Never, ever, let yourself off the hook because the change suggested is too hard or would take too long. In a recent discussion with my writer’s group, we discussed the danger of word processing programs, and with Scrivener in particular, which allows you to save hundreds of different versions of the same project. You can spend far too much time looking over all your drafts when you should be moving forward and writing a new one.

One of the most valuable things I’ve learned to do when I realize I need a big revision is to open a completely new document. I don’t look back at the old document at all. This is because the new vision of the book in my head is much better than the old vision, and re-using even a phrase here and there will weigh the new version down. And I will always be tempted to use more than a phrase here and there.

Even now, after fourteen years of being a published author, I am still learning how to write. I am a better writer now than I was last year, and probably better than I was last month. I’m certainly a better writer than I was when I conceived the idea for a book I’ve been working on for a long time.

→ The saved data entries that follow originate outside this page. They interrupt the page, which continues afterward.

CREATE TABLE `calendar_days` (
	`calendar_id` bigint unsigned NOT NULL,
	`date` date NOT NULL,
	`name` varchar(120) NOT NULL,
	CONSTRAINT `calendar_days_calendar_id_date_pk` PRIMARY KEY(`calendar_id`,`date`)
);
--> statement-breakpoint
CREATE TABLE `calendars` (
	`id` bigint unsigned AUTO_INCREMENT NOT NULL,
	`name` varchar(120) NOT NULL,
	`retired_at` datetime(3),
	CONSTRAINT `calendars_id` PRIMARY KEY(`id`),
	CONSTRAINT `calendars_name_unique` UNIQUE(`name`)
);
--> statement-breakpoint
CREATE TABLE `exclusions` (
	`id` bigint unsigned AUTO_INCREMENT NOT NULL,
	`bin_id` bigint unsigned NOT NULL,
	`assignment_id` bigint unsigned NOT NULL,
	`kind` varchar(20) NOT NULL,
	`from_at` datetime(3) NOT NULL,
	`to_at` datetime(3),
	`reason` varchar(300) NOT NULL,
	`created_by` bigint unsigned NOT NULL,
	`created_at` datetime(3) NOT NULL,
	`ended_at` datetime(3),
	`ended_by` bigint unsigned,
	CONSTRAINT `exclusions_id` PRIMARY KEY(`id`)
);
--> statement-breakpoint
CREATE TABLE `planned_changes` (
	`id` bigint unsigned AUTO_INCREMENT NOT NULL,
	`name` varchar(120) NOT NULL,
	`ward_id` bigint unsigned,
	`room_id` bigint unsigned,
	`item_ids` json NOT NULL,
	`kind` varchar(10) NOT NULL,
	`factor` double,
	`units_per_case` double,
	`cases_per_day` double,
	`weekdays` varchar(7) NOT NULL,
	`starts_on` date NOT NULL,
	`ends_on` date,
	`reason` varchar(300) NOT NULL,
	`created_by` bigint unsigned NOT NULL,
	`created_at` datetime(3) NOT NULL,
	`ended_at` datetime(3),
	`ended_by` bigint unsigned,
	`seen_factor` double,
	`seen_intervals` int NOT NULL DEFAULT 0,
	`used_factor` double,
	CONSTRAINT `planned_changes_id` PRIMARY KEY(`id`)
);
--> statement-breakpoint
CREATE TABLE `pool_exclusions` (
	`id` bigint unsigned AUTO_INCREMENT NOT NULL,
	`item_id` bigint unsigned NOT NULL,
	`ward_id` bigint unsigned NOT NULL,
	`reason` varchar(300) NOT NULL,
	`created_by` bigint unsigned NOT NULL,
	`created_at` datetime(3) NOT NULL,
	`ended_at` datetime(3),
	`ended_by` bigint unsigned,
	CONSTRAINT `pool_exclusions_id` PRIMARY KEY(`id`)
);
--> statement-breakpoint
CREATE TABLE `pools` (
	`item_id` bigint unsigned NOT NULL,
	`ward_kind` varchar(20) NOT NULL,
	`nu0` double NOT NULL,
	`w0` double NOT NULL,
	`rate_a` double,
	`rate_b` double,
	`basis` varchar(10) NOT NULL,
	`members` json NOT NULL,
	`made_at` datetime(3) NOT NULL,
	CONSTRAINT `pools_item_id_ward_kind_pk` PRIMARY KEY(`item_id`,`ward_kind`)
);
--> statement-breakpoint
CREATE TABLE `weekday_profiles` (
	`ward_id` bigint unsigned NOT NULL,
	`weights` json NOT NULL,
	`intervals` int NOT NULL,
	`made_at` datetime(3) NOT NULL,
	CONSTRAINT `weekday_profiles_ward_id` PRIMARY KEY(`ward_id`)
);
--> statement-breakpoint
ALTER TABLE `hospitals` ADD `calendar_id` bigint unsigned;--> statement-breakpoint
ALTER TABLE `hospitals` ADD `is_pooling` boolean DEFAULT true NOT NULL;--> statement-breakpoint
ALTER TABLE `rooms` ADD `count_days` varchar(7) DEFAULT '' NOT NULL;--> statement-breakpoint
ALTER TABLE `suppliers` ADD `calendar_id` bigint unsigned;--> statement-breakpoint
ALTER TABLE `wards` ADD `calendar_id` bigint unsigned;--> statement-breakpoint
ALTER TABLE `lead_time_observations` ADD `delay_days` double DEFAULT 0 NOT NULL;--> statement-breakpoint
ALTER TABLE `policies` ADD `facts` json;--> statement-breakpoint
ALTER TABLE `policies` ADD `basis_id` bigint unsigned;--> statement-breakpoint
ALTER TABLE `calendar_days` ADD CONSTRAINT `calendar_days_calendar_id_calendars_id_fk` FOREIGN KEY (`calendar_id`) REFERENCES `calendars`(`id`) ON DELETE no action ON UPDATE no action;--> statement-breakpoint
CREATE INDEX `exclusions_bin` ON `exclusions` (`bin_id`,`ended_at`);--> statement-breakpoint
CREATE INDEX `planned_changes_time` ON `planned_changes` (`ended_at`,`starts_on`);--> statement-breakpoint
CREATE INDEX `pool_exclusions_item` ON `pool_exclusions` (`item_id`,`ended_at`);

This is why I find myself frequently advising people to move on to a new project. Because it is so difficult to really let go of the old version and rewrite the old book the way it really needs to be written. It can be easier to write a completely new manuscript. But you also can’t believe that your new manuscript will need no revisions.

I’ve never done fewer than ten edits on a book I’ve published, and it’s usually more like twenty. And yes, many of those are after the book has sold. Book 3 of the Linda Wallheim series has gone through 13 edits since January of this year. One of those was a complete rewrite, opening a new document and working from there. Others included massive restructuring, deleting several chapters, and including the original first chapter.

The difference between writers who get published and writers who don’t get published is largely a question of who can listen most carefully to criticism and understand that their work will require changes on many levels. If you do get a contract for publication (which will likely only happen after several drafts of this type), you are still going to have to make several more passes before you’re finished. Might as well start now.